The design involved a symmetrical main frontage of three bays facing onto the High Street. The central bay featured a doorway with a rectangular fanlight flanked by two narrow sash windows and surmounted by a cornice. On the ground floor, the outer bays were fenestrated by sash windows with cornices and, on the first floor, all bays were fenestrated by square casement windows with architraves. The bays were flanked by full-height Tuscan order pilasters supporting an entablature and a pediment. The side elevation, facing onto Victoria Street, was fenestrated by tri-partite windows on the ground floor and by Venetian windows on the first floor. Internally, the principal rooms were the mechanics' institute on the ground floor and the council chamber for the burgh council on the first floor.

The educational role of mechanics' institutes became redundant in the late 19th century and the trustees of the mechanics' institute sold the building to the burgh commissioners in December 1884. The building was also used as a community events venue and films were shown in the building until the Eildon Cinema opened in Victoria Street in April 1953. As the responsibilities of the burgh council increased, offices for the town clerk were established two doors away to the southwest, at No. 69 High Street.

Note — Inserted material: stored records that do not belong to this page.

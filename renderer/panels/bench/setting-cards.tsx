import type { ReactNode } from "react";
import type { BenchNumbers } from "../../../shared-types/bench";

import type { Setup } from "../../../shared-types/setup";
import { changeInterface, changeMeter, changeProbing, changeSession, changeSupply, changeWater } from "../../document/commands/bench";
import type { Document } from "../../document/document";

import { texts } from "../../texts/texts";
import { tried } from "../field-surroundings";
import { ChoiceField, choicesOf, Switch } from "../fields";
import { NumberField } from "../number-field";
import { waveformChange } from "../waveform-change";
import { OptionalNumber } from "./optional-number";
import { ReadoutList } from "./readout-list";
import { circuitReadouts, heatAndGasReadouts, meterReadouts, type Readout, surfaceReadouts, waterReadouts } from "./readouts";

const words = texts.bench;
const SALTS: readonly (readonly [string, string])[] = choicesOf(words.water.salts);
const SOURCES: readonly (readonly [string, string])[] = choicesOf(words.supply.sources);

export interface SettingCardProps {
  readonly document: Document;
  readonly setup: Setup;
  /** Null while the setup has no plan. */
  readonly bench: BenchNumbers | null;
}

function Card({ title, lines, children }: { readonly title: string; readonly lines: readonly Readout[]; readonly children: ReactNode }) {
  const id = `bench-${title.toLowerCase().replace(/\s/g, "-")}`;
  return (
    <section className="card" aria-labelledby={id}>
      <h2 id={id}>{title}</h2>
      <div className="grid-2 bench-settings">{children}</div>
      <ReadoutList lines={lines} />
    </section>
  );
}

export function WaterCard({ document, setup, bench }: SettingCardProps) {
  const { water } = setup;
  const set = (change: Parameters<typeof changeWater>[0], stepping = false) => tried(document, changeWater(change), stepping);
  return (
    <Card title={words.water.title} lines={bench === null ? [] : waterReadouts(setup, bench)}>
      <NumberField
        label={words.water.depth}
        unit="mm"
        value={water.depthMm}
        step={0.5}
        setting="water.depthMm"
        onSet={(depthMm, stepping) => set({ depthMm }, stepping)}
      />
      <NumberField
        label={words.water.conductivity}
        unit="µS/cm"
        value={water.conductivityUsPerCm}
        step={10}
        setting="water.conductivityUsPerCm"
        onSet={(conductivityUsPerCm, stepping) => set({ conductivityUsPerCm }, stepping)}
      />
      <NumberField
        label={words.water.temperature}
        unit="°C"
        value={water.temperatureC}
        step={0.5}
        setting="water.temperatureC"
        onSet={(temperatureC, stepping) => set({ temperatureC }, stepping)}
      />
      <ChoiceField label={words.water.salt} value={water.salt} setting="water.salt" choices={SALTS} onSet={(salt) => set({ salt })} />
      <OptionalNumber
        label={words.water.target}
        unit="µS/cm"
        value={water.targetConductivityUsPerCm}
        setting="water.targetConductivityUsPerCm"
        absent={words.water.asItIs}
        onSet={(targetConductivityUsPerCm) => set({ targetConductivityUsPerCm })}
      />
    </Card>
  );
}

export function SupplyCard({ document, setup, bench }: SettingCardProps) {
  const { supply } = setup;
  const set = (change: Parameters<typeof changeSupply>[0], stepping = false) => tried(document, changeSupply(change), stepping);
  return (
    <Card title={words.supply.title} lines={bench === null ? [] : circuitReadouts(setup, bench)}>
      <ChoiceField
        label={words.supply.waveform}
        value={supply.waveform}
        setting="supply.waveform"
        choices={choicesOf<"ac" | "dc">(words.supply.waveforms)}
        onSet={(waveform) => set(waveformChange(supply, waveform))}
      />
      <NumberField
        label={words.supply.volts}
        unit="V"
        value={supply.volts}
        step={0.1}
        setting="supply.volts"
        onSet={(volts, stepping) => set({ volts }, stepping)}
      />
      {supply.waveform === "ac" && (
        <NumberField
          label={words.supply.frequency}
          unit="Hz"
          value={supply.frequencyHz}
          step={1}
          setting="supply.frequencyHz"
          onSet={(frequencyHz, stepping) => set({ frequencyHz }, stepping)}
        />
      )}
      <OptionalNumber
        label={words.supply.openCircuit}
        unit="V"
        value={supply.openCircuitVolts}
        setting="supply.openCircuitVolts"
        absent={words.supply.notMeasured}
        onSet={(openCircuitVolts) => set({ openCircuitVolts })}
      />
      <NumberField
        label={words.supply.limit}
        unit="A"
        value={supply.currentLimitA}
        step={0.1}
        setting="supply.currentLimitA"
        onSet={(currentLimitA, stepping) => set({ currentLimitA }, stepping)}
      />
      <ChoiceField
        label={words.supply.source}
        value={supply.source}
        setting="supply.source"
        choices={SOURCES}
        onSet={(source) => set({ source })}
      />
    </Card>
  );
}

export function SurfaceCard({ document, setup, bench }: SettingCardProps) {
  const { doubleLayerUfPerCm2, electrodeDropVolts, inReadings } = setup.interface;
  const set = (change: Parameters<typeof changeInterface>[0]) => tried(document, changeInterface(change));
  return (
    <Card title={words.surfaces.title} lines={bench === null ? [] : surfaceReadouts(bench)}>
      {setup.supply.waveform === "ac" ? (
        <OptionalNumber
          label={words.surfaces.doubleLayer}
          unit="µF/cm²"
          value={doubleLayerUfPerCm2}
          setting="interface.doubleLayerUfPerCm2"
          absent={words.surfaces.byTheMetal}
          onSet={(value) => set({ doubleLayerUfPerCm2: value })}
        />
      ) : (
        <OptionalNumber
          label={words.surfaces.drop}
          unit="V"
          value={electrodeDropVolts}
          setting="interface.electrodeDropVolts"
          absent={words.surfaces.byTheMetal}
          onSet={(value) => set({ electrodeDropVolts: value })}
        />
      )}
      <Switch label={words.surfaces.inReadings} on={inReadings} setting="interface.inReadings" onSet={(on) => set({ inReadings: on })} />
    </Card>
  );
}

export function MeterCard({ document, setup, bench }: SettingCardProps) {
  const { meter, probing } = setup;
  const set = (change: Parameters<typeof changeMeter>[0], stepping = false) => tried(document, changeMeter(change), stepping);
  return (
    <Card title={words.meter.title} lines={bench === null ? [] : meterReadouts(bench)}>
      <NumberField
        label={words.meter.input}
        unit="MΩ"
        value={meter.inputMegohm}
        step={1}
        setting="meter.inputMegohm"
        onSet={(inputMegohm, stepping) => set({ inputMegohm }, stepping)}
      />
      <NumberField
        label={words.meter.input}
        unit="pF"
        value={meter.inputPicofarad}
        step={10}
        setting="meter.inputPicofarad"
        onSet={(inputPicofarad, stepping) => set({ inputPicofarad }, stepping)}
      />
      <NumberField
        label={words.meter.counts}
        unit=""
        value={meter.counts}
        step={1000}
        setting="meter.counts"
        onSet={(counts, stepping) => set({ counts }, stepping)}
      />
      <NumberField
        label={words.meter.accuracy}
        unit="%"
        value={meter.accuracyPercent}
        step={0.1}
        setting="meter.accuracyPercent"
        onSet={(accuracyPercent, stepping) => set({ accuracyPercent }, stepping)}
      />
      <NumberField
        label={words.meter.digits}
        unit="digits"
        value={meter.accuracyDigits}
        step={1}
        setting="meter.accuracyDigits"
        onSet={(accuracyDigits, stepping) => set({ accuracyDigits }, stepping)}
      />
      <NumberField
        label={words.meter.acFrom}
        unit="Hz"
        value={meter.acLowHz}
        step={5}
        setting="meter.acLowHz"
        onSet={(acLowHz, stepping) => set({ acLowHz }, stepping)}
      />
      <NumberField
        label={words.meter.acTo}
        unit="Hz"
        value={meter.acHighHz}
        step={50}
        setting="meter.acHighHz"
        onSet={(acHighHz, stepping) => set({ acHighHz }, stepping)}
      />
      <NumberField
        label={words.meter.tip}
        unit="mm"
        value={probing.probeTipMm}
        step={0.1}
        setting="probing.probeTipMm"
        onSet={(probeTipMm, stepping) => tried(document, changeProbing({ probeTipMm }), stepping)}
      />
    </Card>
  );
}

export function SessionCard({ document, setup, bench }: SettingCardProps) {
  const { session, supply } = setup;
  const set = (change: Parameters<typeof changeSession>[0], stepping = false) => tried(document, changeSession(change), stepping);
  return (
    <Card title={words.session.title} lines={bench === null ? [] : heatAndGasReadouts(setup, bench)}>
      <NumberField
        label={words.session.minutes}
        unit="min"
        value={session.minutes}
        step={5}
        setting="session.minutes"
        onSet={(minutes, stepping) => set({ minutes }, stepping)}
      />
      <NumberField
        label={words.session.trays}
        unit=""
        value={session.trays}
        step={1}
        setting="session.trays"
        onSet={(trays, stepping) => set({ trays }, stepping)}
      />
      {supply.waveform === "dc" && (
        <>
          <NumberField
            label={words.session.hood}
            unit="L"
            value={session.hoodLitres}
            step={10}
            setting="session.hoodLitres"
            onSet={(hoodLitres, stepping) => set({ hoodLitres }, stepping)}
          />
          <NumberField
            label={words.session.room}
            unit="m³"
            value={session.roomCubicMetres}
            step={10}
            setting="session.roomCubicMetres"
            onSet={(roomCubicMetres, stepping) => set({ roomCubicMetres }, stepping)}
          />
        </>
      )}
    </Card>
  );
}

The building continued to serve as the meeting place of the burgh council for much of the 20th century but ceased to be the local seat of government when the enlarged Berwickshire District Council was formed in 1975. The building subsequently served as the local public library, as well as the local Registration Office and an approved venue for marriages and civil partnership ceremonies. Works of art in the town hall include a portrait of George Monck, 1st Duke of Albemarle.